Excerpted data —
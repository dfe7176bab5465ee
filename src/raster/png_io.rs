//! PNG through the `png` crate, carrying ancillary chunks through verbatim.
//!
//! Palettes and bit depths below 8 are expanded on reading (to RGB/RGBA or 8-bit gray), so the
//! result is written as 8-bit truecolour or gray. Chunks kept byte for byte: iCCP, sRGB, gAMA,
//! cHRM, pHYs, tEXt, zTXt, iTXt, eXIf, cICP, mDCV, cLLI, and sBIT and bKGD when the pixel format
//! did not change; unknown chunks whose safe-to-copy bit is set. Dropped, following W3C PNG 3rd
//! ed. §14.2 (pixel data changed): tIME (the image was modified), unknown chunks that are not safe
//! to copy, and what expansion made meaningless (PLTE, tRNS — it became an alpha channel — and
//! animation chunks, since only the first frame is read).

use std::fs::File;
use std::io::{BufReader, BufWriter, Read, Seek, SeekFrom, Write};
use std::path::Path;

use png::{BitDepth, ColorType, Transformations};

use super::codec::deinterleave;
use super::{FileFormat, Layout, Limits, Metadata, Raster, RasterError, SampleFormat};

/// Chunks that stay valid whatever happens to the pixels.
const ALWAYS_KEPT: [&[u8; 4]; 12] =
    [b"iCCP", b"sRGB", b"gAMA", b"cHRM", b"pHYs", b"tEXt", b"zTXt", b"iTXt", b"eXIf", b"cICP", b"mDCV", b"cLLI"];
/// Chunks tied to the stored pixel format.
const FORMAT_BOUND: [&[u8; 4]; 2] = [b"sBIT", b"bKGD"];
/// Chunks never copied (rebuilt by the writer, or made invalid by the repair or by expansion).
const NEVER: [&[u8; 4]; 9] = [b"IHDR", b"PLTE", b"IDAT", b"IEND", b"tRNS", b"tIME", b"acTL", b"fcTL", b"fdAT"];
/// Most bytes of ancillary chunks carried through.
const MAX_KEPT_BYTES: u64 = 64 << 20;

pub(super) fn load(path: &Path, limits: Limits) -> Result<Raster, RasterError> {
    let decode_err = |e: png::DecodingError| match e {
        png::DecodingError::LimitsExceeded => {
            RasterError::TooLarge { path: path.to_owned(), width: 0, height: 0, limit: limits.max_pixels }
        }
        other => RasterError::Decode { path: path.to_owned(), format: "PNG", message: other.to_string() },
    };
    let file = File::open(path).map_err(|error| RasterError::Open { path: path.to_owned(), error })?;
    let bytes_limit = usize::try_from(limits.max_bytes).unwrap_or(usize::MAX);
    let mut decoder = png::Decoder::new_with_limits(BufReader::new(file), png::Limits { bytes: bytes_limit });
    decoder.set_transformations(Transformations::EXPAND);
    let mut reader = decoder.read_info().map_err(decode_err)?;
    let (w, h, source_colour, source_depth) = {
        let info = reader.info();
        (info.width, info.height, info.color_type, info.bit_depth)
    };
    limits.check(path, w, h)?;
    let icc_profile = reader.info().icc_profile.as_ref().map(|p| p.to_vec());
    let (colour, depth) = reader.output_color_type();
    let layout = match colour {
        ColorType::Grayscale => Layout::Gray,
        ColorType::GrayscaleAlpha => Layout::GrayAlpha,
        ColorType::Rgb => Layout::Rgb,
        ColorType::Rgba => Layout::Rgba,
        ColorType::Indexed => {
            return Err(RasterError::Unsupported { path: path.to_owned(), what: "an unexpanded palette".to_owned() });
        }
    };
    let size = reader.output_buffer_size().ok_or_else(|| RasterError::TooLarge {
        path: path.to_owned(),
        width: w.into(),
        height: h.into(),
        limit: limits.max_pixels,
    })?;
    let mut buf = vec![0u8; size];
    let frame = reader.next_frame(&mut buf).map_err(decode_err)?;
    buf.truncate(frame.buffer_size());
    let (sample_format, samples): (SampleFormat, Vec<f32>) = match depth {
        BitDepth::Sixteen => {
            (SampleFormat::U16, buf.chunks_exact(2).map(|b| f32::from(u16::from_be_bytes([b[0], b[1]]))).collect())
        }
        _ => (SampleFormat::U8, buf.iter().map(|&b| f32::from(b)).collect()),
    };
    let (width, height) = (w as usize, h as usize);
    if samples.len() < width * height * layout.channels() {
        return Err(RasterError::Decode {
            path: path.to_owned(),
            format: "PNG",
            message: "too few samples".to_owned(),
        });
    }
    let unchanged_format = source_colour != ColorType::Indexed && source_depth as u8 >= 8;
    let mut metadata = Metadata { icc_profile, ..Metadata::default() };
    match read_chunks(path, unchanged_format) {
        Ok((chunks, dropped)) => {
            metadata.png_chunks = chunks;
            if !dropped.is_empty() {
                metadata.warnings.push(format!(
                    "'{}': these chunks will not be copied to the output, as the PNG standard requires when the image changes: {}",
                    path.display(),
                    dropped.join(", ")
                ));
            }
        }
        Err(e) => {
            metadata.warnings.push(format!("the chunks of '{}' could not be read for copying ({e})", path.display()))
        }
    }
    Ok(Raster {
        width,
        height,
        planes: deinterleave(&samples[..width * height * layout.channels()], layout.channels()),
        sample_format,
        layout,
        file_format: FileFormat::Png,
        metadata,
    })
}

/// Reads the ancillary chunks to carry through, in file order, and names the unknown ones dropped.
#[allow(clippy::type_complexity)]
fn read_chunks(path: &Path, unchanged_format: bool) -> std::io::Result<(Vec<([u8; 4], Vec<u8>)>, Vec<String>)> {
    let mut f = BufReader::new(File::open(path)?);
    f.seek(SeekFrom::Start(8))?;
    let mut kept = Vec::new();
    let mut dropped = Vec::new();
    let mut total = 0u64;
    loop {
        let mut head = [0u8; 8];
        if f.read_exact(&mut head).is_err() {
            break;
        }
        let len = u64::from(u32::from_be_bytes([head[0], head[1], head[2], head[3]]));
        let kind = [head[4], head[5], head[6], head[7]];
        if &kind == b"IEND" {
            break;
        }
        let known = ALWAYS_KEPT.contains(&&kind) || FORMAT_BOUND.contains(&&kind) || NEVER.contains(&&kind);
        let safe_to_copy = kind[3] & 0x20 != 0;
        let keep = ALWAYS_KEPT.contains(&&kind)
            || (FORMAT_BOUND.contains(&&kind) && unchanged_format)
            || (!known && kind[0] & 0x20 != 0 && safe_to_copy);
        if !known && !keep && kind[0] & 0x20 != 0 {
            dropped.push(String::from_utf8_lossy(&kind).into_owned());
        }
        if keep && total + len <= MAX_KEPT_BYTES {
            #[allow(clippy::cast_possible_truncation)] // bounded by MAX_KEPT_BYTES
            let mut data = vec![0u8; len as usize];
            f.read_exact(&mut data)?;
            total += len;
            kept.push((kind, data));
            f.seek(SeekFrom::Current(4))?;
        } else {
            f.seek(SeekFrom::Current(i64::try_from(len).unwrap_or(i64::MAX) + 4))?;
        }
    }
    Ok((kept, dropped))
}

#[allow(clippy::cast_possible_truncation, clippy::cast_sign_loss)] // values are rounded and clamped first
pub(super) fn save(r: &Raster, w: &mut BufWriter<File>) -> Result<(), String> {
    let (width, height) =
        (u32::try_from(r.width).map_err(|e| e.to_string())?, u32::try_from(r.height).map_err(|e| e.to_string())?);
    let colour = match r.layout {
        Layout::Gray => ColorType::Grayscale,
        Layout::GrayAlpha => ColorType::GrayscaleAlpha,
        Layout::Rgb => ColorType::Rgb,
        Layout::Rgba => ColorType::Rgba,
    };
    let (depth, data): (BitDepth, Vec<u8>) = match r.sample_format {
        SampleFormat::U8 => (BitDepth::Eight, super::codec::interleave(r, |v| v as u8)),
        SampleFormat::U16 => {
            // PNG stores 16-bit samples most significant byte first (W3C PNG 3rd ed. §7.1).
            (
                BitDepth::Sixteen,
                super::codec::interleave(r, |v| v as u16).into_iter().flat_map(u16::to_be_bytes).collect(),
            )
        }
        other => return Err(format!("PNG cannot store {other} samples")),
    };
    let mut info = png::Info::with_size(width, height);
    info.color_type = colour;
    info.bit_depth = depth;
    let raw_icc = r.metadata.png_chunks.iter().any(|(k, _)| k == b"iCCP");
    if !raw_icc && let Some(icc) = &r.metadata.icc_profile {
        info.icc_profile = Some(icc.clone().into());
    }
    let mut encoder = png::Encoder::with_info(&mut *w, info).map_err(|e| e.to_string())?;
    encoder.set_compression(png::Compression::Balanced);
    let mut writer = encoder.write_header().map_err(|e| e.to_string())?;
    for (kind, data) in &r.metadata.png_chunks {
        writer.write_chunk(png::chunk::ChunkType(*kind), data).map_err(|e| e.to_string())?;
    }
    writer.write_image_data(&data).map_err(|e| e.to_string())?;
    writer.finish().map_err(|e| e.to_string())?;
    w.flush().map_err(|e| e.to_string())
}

Brief —
Your answer must be the data above, copied exactly from its first line through the line containing "the pixel format", and nothing more.

Exercise solution —
repository dfe7176bab5465ee
filename src/raster/png_io.rs
//! PNG through the `png` crate, carrying ancillary chunks through verbatim.
//!
//! Palettes and bit depths below 8 are expanded on reading (to RGB/RGBA or 8-bit gray), so the
//! result is written as 8-bit truecolour or gray. Chunks kept byte for byte: iCCP, sRGB, gAMA,
//! cHRM, pHYs, tEXt, zTXt, iTXt, eXIf, cICP, mDCV, cLLI, and sBIT and bKGD when the pixel format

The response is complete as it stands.